Contemporary US society tries to solve that problem with marriage. A boyfriend or a husband — why don’t I have one of those? I’m financially stable and have my own teeth. (Mostly.) Alas, I have yet to find someone I want to marry, who also wants to marry me, which saddens me. The sexist response is that I should have secured a wedding ring on any terms — a response I would happily burn in an oven right alongside the Cookies of Traditional Femininity.

Loneliness is terrible, but I’d rather be alone than compromise on the basics: someone I fancy, whose company I enjoy, who does housework and doesn’t assume his career comes first. Two decades of romantic experience have made me faster at figuring out who isn’t a match for me. (Willing to date a woman 15 years younger but not even two years older? You and I shall never meet.) That’s useful, in theory, but translates into more time alone. So be it.

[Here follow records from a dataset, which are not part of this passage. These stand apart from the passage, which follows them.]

import type { H3Event } from 'h3'
import { and, desc, eq } from 'drizzle-orm'
import { expandBlueprint } from '#shared/blueprint/expand'
import type { FitFrame } from '#shared/blueprint/frame'
import { frameMap, scanRectInIdeal } from '#shared/blueprint/frame-map'
import type { Bounds } from '#shared/blueprint/schema'
import type { Role } from '#shared/roles'
import type { Db } from './db'

export type BlueprintRow = typeof schema.blueprints.$inferSelect

/** The blueprint version behind an id, for a caller with at least `role` in its lab. */
export async function blueprintForCaller(event: H3Event, role: Role) {
  await requireUserId(event)
  const id = idParam(event, 'blueprintId')
  const db = await useDb()
  const blueprint = await db.query.blueprints.findFirst({ where: eq(schema.blueprints.id, id) })
  if (!blueprint) throw createError({ statusCode: 404, message: 'No such blueprint' })
  const access = await requireRowLab(event, blueprint.lab_id, role, 'blueprint')
  return { db, blueprint, access }
}

export async function latestInLineage(db: Db, lineage: number) {
  return db.query.blueprints.findFirst({ where: eq(schema.blueprints.lineage, lineage), orderBy: desc(schema.blueprints.version) })
}

export async function versionsOf(db: Db, lineage: number) {
  return db.select({ id: schema.blueprints.id, version: schema.blueprints.version, name: schema.blueprints.name, site_count: schema.blueprints.site_count, created_at: schema.blueprints.created_at, author: schema.users.name })
    .from(schema.blueprints).innerJoin(schema.users, eq(schema.users.id, schema.blueprints.created_by))
    .where(eq(schema.blueprints.lineage, lineage)).orderBy(desc(schema.blueprints.version))
}

/** Expands the shapes to sites in the ideal frame (throws InputError for a bad shape). */
export function expandRow(row: Pick<BlueprintRow, 'shapes' | 'surface' | 'site' | 'min_spacing_nm'>, bounds?: Bounds) {
  return expandBlueprint(row.shapes as Parameters<typeof expandBlueprint>[0], row.surface, row.site, { ...(row.min_spacing_nm && { minSpacing_nm: row.min_spacing_nm }), ...(bounds && { bounds }) })
}

/** The rectangle of a scan of the lab, in the blueprint's ideal frame through the scan's latest lattice fit. */
export async function scanBoundsInIdeal(db: Db, labId: number, scanId: number, surface: string): Promise<Bounds> {
  const scan = await db.query.scans.findFirst({ where: and(eq(schema.scans.id, scanId), eq(schema.scans.lab_id, labId)) })
  if (!scan) throw createError({ statusCode: 400, message: 'scan_id: no such scan in this lab', data: { field: 'scan_id' } })
  const fit = await latestFit(db, scan.id)
  if (!fit) throw createError({ statusCode: 400, message: 'scan_id: this scan has no lattice fit to place the blueprint with', data: { field: 'scan_id' } })
  return compute400(() => scanRectInIdeal(frameMap(fit.result as unknown as FitFrame, surface, fit.site), scan.size_x_nm, scan.size_y_nm))
}

export async function buildBlueprints(db: Db, labId: number, buildId: number) {
  const rows = await db.select().from(schema.blueprints)
    .where(and(eq(schema.blueprints.lab_id, labId), eq(schema.blueprints.build_id, buildId)))
    .orderBy(desc(schema.blueprints.version))
  // Latest version of each lineage, newest lineage first.
  const latest = new Map<number, BlueprintRow>()
  for (const r of rows) if (!latest.has(r.lineage)) latest.set(r.lineage, r)
  return [...latest.values()].sort((a, b) => b.created_at.getTime() - a.created_at.getTime())
}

But a better question than “Why isn’t she married?” is “Why is marriage the only model for long-term, caring, adult relationships?” Writers Jessa Crispin and Briallen Hopper have explored this, unearthing alternative models from the past. In the late-19th and early-20th century, women in New England lived together in partnerships in a practice nicknamed “Boston marriage”.

In the medieval Low Countries, women known as beguines lived together in separate sections of the city. They could work, keep their own money and live without men, but they were not nuns. They did not take vows of poverty, chastity and obedience, and they did not always stay in the beguinage for a lifetime. We don’t need to reconstruct this on a grand scale, but a lonely world would be better served if there were more models and more visibility for cohabitation between non-romantic partners.

Isolation that preceded the pandemic cannot be lifted with the ease of a stay-at-home order. But the pandemic, in its obvious externality, usefully illustrates how loneliness so often arises from conditions divorced from our personal worth. I may endure the consequences of living in a society that values working 10 hours a day and fetishises marriage at the expense of all other relationships, but just because it’s my problem doesn’t mean it’s my fault. It doesn’t have anything to do with me at all.

Suddenly, the possible solutions to the famine look different. Maybe we ask more of ourselves and show up when we say we will. Maybe we ask more of our employers, staking a claim to our time. Maybe we ask less of our spouses and no longer expect one relationship to bear the weight of our entire emotional lives.

Maybe if loneliness is not my fault, then I don’t need to feel so ashamed. Maybe none of us do.